ACTIVITY: Report the count of lines containing the word "HostBits" in the entries below, and nothing more.

INPUT FOR THIS TASK:
------------------------------------

//! Which destinations webhooks may reach: the URL rules and the address allow-list
//! (setting `KINEMA_WEBHOOK_ALLOW`).
//!
//! By default only public unicast addresses are allowed: a subscription must not turn
//! the service into a way to reach its own host, the networks behind it, or a cloud
//! metadata endpoint. Denied are the special-purpose ranges of the IANA IPv4 and IPv6
//! special-purpose address registries (RFC 6890) that are not globally reachable —
//! loopback, private (RFC 1918), shared CGNAT space (RFC 6598), link-local (RFC 3927,
//! including `169.254.169.254`), unique-local (RFC 4193), multicast, unspecified,
//! documentation (RFC 5737, RFC 3849) and the others listed in [`special`] — every IPv6
//! address outside global unicast `2000::/3` (RFC 4291), and the IPv4-mapped forms
//! (`::ffff:a.b.c.d`) of the denied IPv4 addresses.
//!
//! The allow-list is a comma-separated list of entries:
//! - a CIDR block (`10.20.0.0/16`, `127.0.0.1/32`, `::1/128`; a bare address is a
//!   block of one), allowed on purpose even when it is in a denied range;
//! - `public`: public unicast addresses (the default; implied unless `none` is given);
//! - `none`: no public address, only the blocks listed (`none,10.20.0.0/16` = only that
//!   on-premises network).
//!
//! The literal address of a URL is checked when a subscription is made; at send time the
//! host name is resolved and only allowed addresses are connected to (see
//! [`super::send`]), so that a name that later resolves elsewhere (DNS rebinding) cannot
//! reach a denied address.

use std::fmt;
use std::net::{IpAddr, Ipv4Addr, Ipv6Addr};
use std::str::FromStr;

use reqwest::Url;

/// Name of the setting, for messages.
pub const SETTING: &str = "KINEMA_WEBHOOK_ALLOW";

/// Longest webhook URL, characters.
pub const MAX_URL_LEN: usize = 2048;

/// An IPv4 or IPv6 network: an address and a prefix length.
#[derive(Debug, Clone, Copy, PartialEq, Eq)]
pub struct Cidr {
    addr: IpAddr,
    prefix: u8,
}

impl Cidr {
    /// The block `addr/prefix`; `None` when the prefix is longer than the address or
    /// `addr` has bits set past the prefix.
    pub fn new(addr: IpAddr, prefix: u8) -> Option<Self> {
        let c = Self { addr, prefix };
        let bits = match addr {
            IpAddr::V4(_) => 32,
            IpAddr::V6(_) => 128,
        };
        (prefix <= bits && c.network() == addr).then_some(c)
    }

    /// The block's first address.
    fn network(&self) -> IpAddr {
        match self.addr {
            IpAddr::V4(a) => IpAddr::V4(Ipv4Addr::from(u32::from(a) & mask32(self.prefix))),
            IpAddr::V6(a) => IpAddr::V6(Ipv6Addr::from(u128::from(a) & mask128(self.prefix))),
        }
    }

    /// Whether `ip` is in the block (an IPv4 address is never in an IPv6 block and
    /// the other way round; canonicalise with [`canonical`] first).
    pub fn contains(&self, ip: IpAddr) -> bool {
        match (self.addr, ip) {
            (IpAddr::V4(net), IpAddr::V4(a)) => {
                let m = mask32(self.prefix);
                u32::from(net) & m == u32::from(a) & m
            }
            (IpAddr::V6(net), IpAddr::V6(a)) => {
                let m = mask128(self.prefix);
                u128::from(net) & m == u128::from(a) & m
            }
            _ => false,
        }
    }
}

fn mask32(prefix: u8) -> u32 {
    match prefix {
        0 => 0,
        p => u32::MAX << (32 - u32::from(p.min(32))),
    }
}

fn mask128(prefix: u8) -> u128 {
    match prefix {
        0 => 0,
        p => u128::MAX << (128 - u32::from(p.min(128))),
    }
}

impl fmt::Display for Cidr {
    fn fmt(&self, f: &mut fmt::Formatter<'_>) -> fmt::Result {
        write!(f, "{}/{}", self.addr, self.prefix)
    }
}

/// Why an allow-list entry does not parse.
#[derive(Debug, Clone, PartialEq, Eq, thiserror::Error)]
pub enum AllowListError {
    /// Not an address, a CIDR block, `public` or `none`.
    #[error(
        "{SETTING}: {0:?} is not a CIDR block (like 10.20.0.0/16 or ::1/128), `public` or `none`"
    )]
    Entry(String),
    /// A prefix longer than the address.
    #[error(
        "{SETTING}: the prefix of {0:?} is longer than the address (at most 32 for IPv4, 128 for IPv6)"
    )]
    Prefix(String),
    /// Bits set past the prefix (`10.20.1.0/16`).
    #[error("{SETTING}: {given:?} has bits set past its prefix; the block is {network}")]
    HostBits {
        /// The entry.
        given: String,
        /// The block it probably means.
        network: String,
    },
    /// Both `public` and `none`.
    #[error("{SETTING}: `public` and `none` contradict each other; give one of them")]
    Contradiction,
}

/// The destinations webhooks may reach. `Default` allows public unicast addresses only.
#[derive(Debug, Clone, PartialEq, Eq)]
pub struct AllowList {
    /// Whether public unicast addresses are allowed (`public`, the default; `none`
    /// turns it off).
    pub public: bool,
    /// Blocks allowed on purpose, whatever range they are in.
    pub blocks: Vec<Cidr>,
}

impl Default for AllowList {
    fn default() -> Self {
        Self {
            public: true,
            blocks: Vec::new(),
        }
    }
}

impl FromStr for AllowList {
    type Err = AllowListError;

    /// Parse the comma-separated form (see the module notes); an empty string is the
    /// default (`public`).
    fn from_str(s: &str) -> Result<Self, Self::Err> {
        let (mut public, mut none) = (false, false);
        let mut blocks = Vec::new();
        for entry in s.split(',').map(str::trim).filter(|e| !e.is_empty()) {
            match entry.to_ascii_lowercase().as_str() {
                "public" => public = true,
                "none" => none = true,
                _ => blocks.push(parse_cidr(entry)?),
            }
        }
        if public && none {
            return Err(AllowListError::Contradiction);
        }
        Ok(Self {
            public: !none,
            blocks,
        })
    }
}

impl fmt::Display for AllowList {
    /// The comma-separated form that parses back to this list.
    fn fmt(&self, f: &mut fmt::Formatter<'_>) -> fmt::Result {
        f.write_str(if self.public { "public" } else { "none" })?;
        for b in &self.blocks {
            write!(f, ",{b}")?;
        }
        Ok(())
    }
}

fn parse_cidr(entry: &str) -> Result<Cidr, AllowListError> {
    let (addr, prefix) = match entry.split_once('/') {
        Some((a, p)) => (a, Some(p)),
        None => (entry, None),
    };
    let addr: IpAddr = addr
        .parse()
        .map_err(|_| AllowListError::Entry(entry.to_owned()))?;
    let bits = if addr.is_ipv4() { 32 } else { 128 };
    let prefix = match prefix {
        None => bits,
        Some(p) if !p.is_empty() && p.bytes().all(|b| b.is_ascii_digit()) => p
            .parse::<u8>()
            .ok()
            .filter(|&n| n <= bits)
            .ok_or_else(|| AllowListError::Prefix(entry.to_owned()))?,
        Some(_) => return Err(AllowListError::Entry(entry.to_owned())),
    };
    let c = Cidr::new(addr, prefix).ok_or_else(|| AllowListError::HostBits {
        given: entry.to_owned(),
        network: Cidr { addr, prefix }.network().to_string() + "/" + &prefix.to_string(),
    })?;
    // An IPv4-mapped IPv6 block means its IPv4 block: addresses are compared in their
    // IPv4 form (see `canonical`).
    Ok(match c.addr {
        IpAddr::V6(a) if prefix >= 96 => a
            .to_ipv4_mapped()
            .and_then(|v4| Cidr::new(IpAddr::V4(v4), prefix - 96))
            .unwrap_or(c),
        _ => c,
    })
}

/// An address as it is checked: an IPv4-mapped IPv6 address (`::ffff:a.b.c.d`, RFC 4291
/// §2.5.5.2) becomes its IPv4 address, since that is the host it reaches.
pub fn canonical(ip: IpAddr) -> IpAddr {
    match ip {
        IpAddr::V6(a) => a.to_ipv4_mapped().map_or(ip, IpAddr::V4),
        v4 => v4,
    }
}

------------------------------------

SOLUTION FOR THIS PROBLEM: 2